"""Intake: every input shape, column mapping, feature detection and each bad input."""

from __future__ import annotations

import numpy as np
import pandas as pd
import pytest
from conftest import small_table

from drift.config import Config
from drift.errors import InputError
from drift.intake.read import read_seasons


def test_folder_of_csv_season_from_file_name(tmp_path):
    t = small_table()
    for s, block in t.groupby("season"):
        block.drop(columns="season").to_csv(tmp_path / f"{s}.csv", index=False)
    (tmp_path / "notes.txt").write_text("ignored")
    raw = read_seasons(tmp_path)
    assert sorted(raw.table["season"].unique()) == ["2021-22", "2022-23"]
    assert raw.features == ("share_spot_up", "ppp_spot_up", "usage_pct", "ts_pct")
    assert len(raw.table) == len(t)


def test_season_from_prefixed_file_name(tmp_path):
    small_table(seasons=("2023-24",)).drop(columns="season").to_csv(tmp_path / "export_2023-24_final.csv", index=False)
    assert set(read_seasons(tmp_path).table["season"]) == {"2023-24"}


def test_long_file_with_season_column(write_csv):
    path = write_csv(small_table(seasons=("2020", "2021", "2022")), "all.csv")
    raw = read_seasons(path)
    assert sorted(raw.table["season"].unique()) == ["2020", "2021", "2022"]


def test_excel_and_parquet_read_like_csv(tmp_path):
    t = small_table()
    t.to_excel(tmp_path / "seasons.xlsx", index=False)
    t.to_parquet(tmp_path / "seasons.parquet", index=False)
    a = read_seasons(tmp_path / "seasons.xlsx").table
    b = read_seasons(tmp_path / "seasons.parquet").table
    for frame in (a, b):
        assert len(frame) == len(t)
        np.testing.assert_allclose(frame["usage_pct"].to_numpy(), t["usage_pct"].to_numpy())


def test_config_maps_column_names_and_excludes(tmp_path, write_csv):
    t = small_table().rename(columns={"player_id": "PID", "minutes": "MP", "games": "G"})
    t["age"] = 25
    t["position"] = "wing"
    path = write_csv(t, "x.csv")
    config = Config(columns={"player_id": "PID", "minutes": "MP", "games": "G"}, exclude=("age",))
    raw = read_seasons(path, config)
    assert "age" not in raw.features and "position" not in raw.features
    assert raw.ignored_columns == ("age", "position")  # age: a descriptor; position: text
    assert raw.table["minutes"].iloc[0] == 1500


def test_config_feature_list_is_used_exactly(write_csv):
    path = write_csv(small_table(), "x.csv")
    raw = read_seasons(path, Config(features=("usage_pct", "ts_pct")))
    assert raw.features == ("usage_pct", "ts_pct")


def test_empty_efficiency_stays_missing(write_csv):
    t = small_table()
    t.loc[2, "ppp_spot_up"] = np.nan
    raw = read_seasons(write_csv(t, "x.csv"))
    assert raw.table["ppp_spot_up"].isna().sum() == 1


# ----------------------------------------------------------------- bad inputs
def _error(path, config=None):
    with pytest.raises(InputError) as info:
        read_seasons(path, config)
    return str(info.value)


def test_missing_path(tmp_path):
    assert "path not found" in _error(tmp_path / "nope")


def test_missing_required_column_names_it_and_the_fix(write_csv):
    msg = _error(write_csv(small_table().drop(columns="minutes"), "x.csv"))
    assert "minutes" in msg and "[columns]" in msg


def test_text_in_numeric_column_gives_file_row_column_value(write_csv):
    t = small_table().astype({"usage_pct": object})
    t.loc[3, "usage_pct"] = "abc"
    msg = _error(write_csv(t, "x.csv"))
    assert "x.csv" in msg and "row 5" in msg and "usage_pct" in msg and "'abc'" in msg


def test_blank_player_id(write_csv):
    t = small_table().astype({"player_id": object})
    t.loc[2, "player_id"] = "   "
    msg = _error(write_csv(t, "x.csv"))
    assert "row 4" in msg and "player_id" in msg and "empty" in msg


def test_duplicate_player_season_team(write_csv):
    t = small_table()
    t = pd.concat([t, t.iloc[[0]]])
    msg = _error(write_csv(t, "x.csv"))
    assert "appears twice" in msg and "P0" in msg


@pytest.mark.parametrize("column", ["games", "minutes"])
def test_negative_games_or_minutes(write_csv, column):
    t = small_table()
    t.loc[1, column] = -3
    msg = _error(write_csv(t, "x.csv"))
    assert column in msg and "-3" in msg and ">= 0" in msg and "row 3" in msg


def test_infinite_value(write_csv):
    t = small_table()
    t.loc[0, "ts_pct"] = np.inf
    msg = _error(write_csv(t, "x.csv"))
    assert "infinite" in msg and "ts_pct" in msg


def test_empty_season_file(tmp_path):
    small_table(seasons=("2021-22",)).to_csv(tmp_path / "2021-22.csv", index=False)
    small_table().iloc[:0].to_csv(tmp_path / "2022-23.csv", index=False)
    msg = _error(tmp_path)
    assert "2022-23.csv" in msg and "no rows" in msg


def test_zero_byte_file(tmp_path):
    (tmp_path / "2021-22.csv").write_bytes(b"")
    assert "empty" in _error(tmp_path)


def test_season_lacking_a_feature_others_have(tmp_path):
    t = small_table()
    t[t.season == "2021-22"].to_csv(tmp_path / "2021-22.csv", index=False)
    t[t.season == "2022-23"].drop(columns="ts_pct").to_csv(tmp_path / "2022-23.csv", index=False)
    msg = _error(tmp_path)
    assert "2022-23.csv" in msg and "ts_pct" in msg


def test_unreadable_file(tmp_path):
    (tmp_path / "2021-22.xlsx").write_bytes(b"this is not a spreadsheet")
    assert "cannot read" in _error(tmp_path)


def test_unsupported_suffix(tmp_path):
    p = tmp_path / "s.json"
    p.write_text("{}")
    assert "unsupported" in _error(p)


def test_inputs_are_never_modified(write_csv):
    path = write_csv(small_table(), "x.csv")
    before = path.read_bytes()
    read_seasons(path)
    assert path.read_bytes() == before


from hypothesis import HealthCheck, given, settings
from hypothesis import strategies as st

_CELLS = st.one_of(st.just(""), st.just("abc"), st.just("-1"), st.just("inf"), st.just("1e309"),
                   st.just("NaN"), st.just(" 12 "), st.text(max_size=6), st.floats(allow_nan=True).map(str))


@settings(max_examples=60, deadline=None, suppress_health_check=[HealthCheck.function_scoped_fixture])
@given(row=st.integers(0, 11), column=st.sampled_from(["player_id", "team", "games", "minutes", "usage_pct",
                                                        "ts_pct", "share_spot_up"]), value=_CELLS)
def test_fuzzed_cells_either_read_or_fail_cleanly(tmp_path, row, column, value):
    t = small_table().astype(str)
    t.loc[row, column] = value
    path = tmp_path / "fuzz.csv"
    t.to_csv(path, index=False)
    try:
        raw = read_seasons(path)
    except InputError as exc:
        assert "fuzz.csv" in str(exc)
    else:
        assert np.isfinite(raw.table[["games", "minutes"]].to_numpy()).all()
        assert (raw.table[["games", "minutes"]].to_numpy() >= 0).all()


def test_demo_written_as_a_real_export_reads_like_the_demo(tmp_path, demo_prepared, demo_model,
                                                           demo_analysis):
    from conftest import DEMO
    from exports import COLUMN_MAP, write_export

    from drift.api import prepare

    write_export(DEMO, tmp_path)
    prepared = prepare(tmp_path, Config(columns=COLUMN_MAP))
    assert prepared.features == demo_prepared.features
    cols = ["player_id", "season", "team", "games", "minutes", "possessions", *demo_prepared.features]
    pd.testing.assert_frame_equal(prepared.kept[cols], demo_prepared.kept[cols], check_dtype=False)
    placed = demo_model.place(prepared.kept)
    assert (placed["role"].to_numpy() == demo_analysis.placements["role"].to_numpy()).all()
    ignored = prepared.reading.columns.drop_duplicates("column").set_index("column")
    assert ignored.loc["TEAM_ID", "role"] == "ignored" and "id" in ignored.loc["TEAM_ID", "note"]
    assert ignored.loc["AGE", "role"] == "ignored" and "age" in ignored.loc["AGE", "note"]
    assert ignored.loc["ISO_PPP", "family"] == "efficiency" and ignored.loc["ISO_PPP", "play_type"] == "isolation"


@pytest.mark.slow
def test_demo_written_as_a_european_export_with_season_totals_reads_like_the_demo(demo_prepared, tmp_path):
    """The demo league as another club's tool writes it: semicolons and decimal commas, Windows-1252,
    minutes per game to one decimal, and a '2TM' row before each traded player's stints. Every
    player-season, team and stint count comes out as from the demo's own files."""
    import warnings

    from conftest import DEMO
    from exports import with_combined_rows

    from drift.api import prepare

    for csv in sorted(DEMO.glob("*.csv")):
        frame = pd.read_csv(csv, dtype={"player_id": str})
        frame["season"] = csv.stem
        frame = with_combined_rows(frame, "{n}TM")
        frame.loc[0, "player"] = "Rémy Peñalta"  # one accented name, so the encoding matters
        frame["minutes"] = (frame["minutes"].astype(float) / frame["games"].astype(float)).round(1)
        frame.drop(columns="season").to_csv(tmp_path / csv.name, sep=";", decimal=",", index=False,
                                            encoding="cp1252")
    with warnings.catch_warnings(record=True) as caught:
        warnings.simplefilter("always")
        read = prepare(tmp_path)
    said = " ".join(str(w.message) for w in caught)
    assert "read as semicolon-separated text" in said and "minutes per game, multiplied by games" in said
    assert "read as Windows-1252 text" in said and "Rémy Peñalta" in set(read.seasons["player"])
    traded = int((demo_prepared.seasons["n_stints"] > 1).sum())
    assert len(read.combined) == traded and set(read.combined["team"]) == {"2TM"}
    key = ["season", "player_id"]
    ours = read.seasons.sort_values(key).reset_index(drop=True)
    demo = demo_prepared.seasons.sort_values(key).reset_index(drop=True)
    pd.testing.assert_frame_equal(ours[key + ["team", "games", "n_stints"]], demo[key + ["team", "games", "n_stints"]],
                                  check_dtype=False)
    # per-game minutes to one decimal: within 0.05 a game of the season totals (rounding, no more)
    assert (np.abs(ours["minutes"] - demo["minutes"]) <= 0.05 * demo["games"] + 1e-6).all()
    single = demo["n_stints"] == 1
    np.testing.assert_allclose(ours.loc[single, list(demo_prepared.features)].to_numpy(float),
                               demo.loc[single, list(demo_prepared.features)].to_numpy(float), atol=1e-9)
    assert len(read.stints) == len(demo_prepared.stints)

-------

» **To do**
Scan the listing for the word "Windows". Copy every line in which it appears.

» **Written answer**
    """The demo league as another club's tool writes it: semicolons and decimal commas, Windows-1252,
    assert "read as Windows-1252 text" in said and "Rémy Peñalta" in set(read.seasons["player"])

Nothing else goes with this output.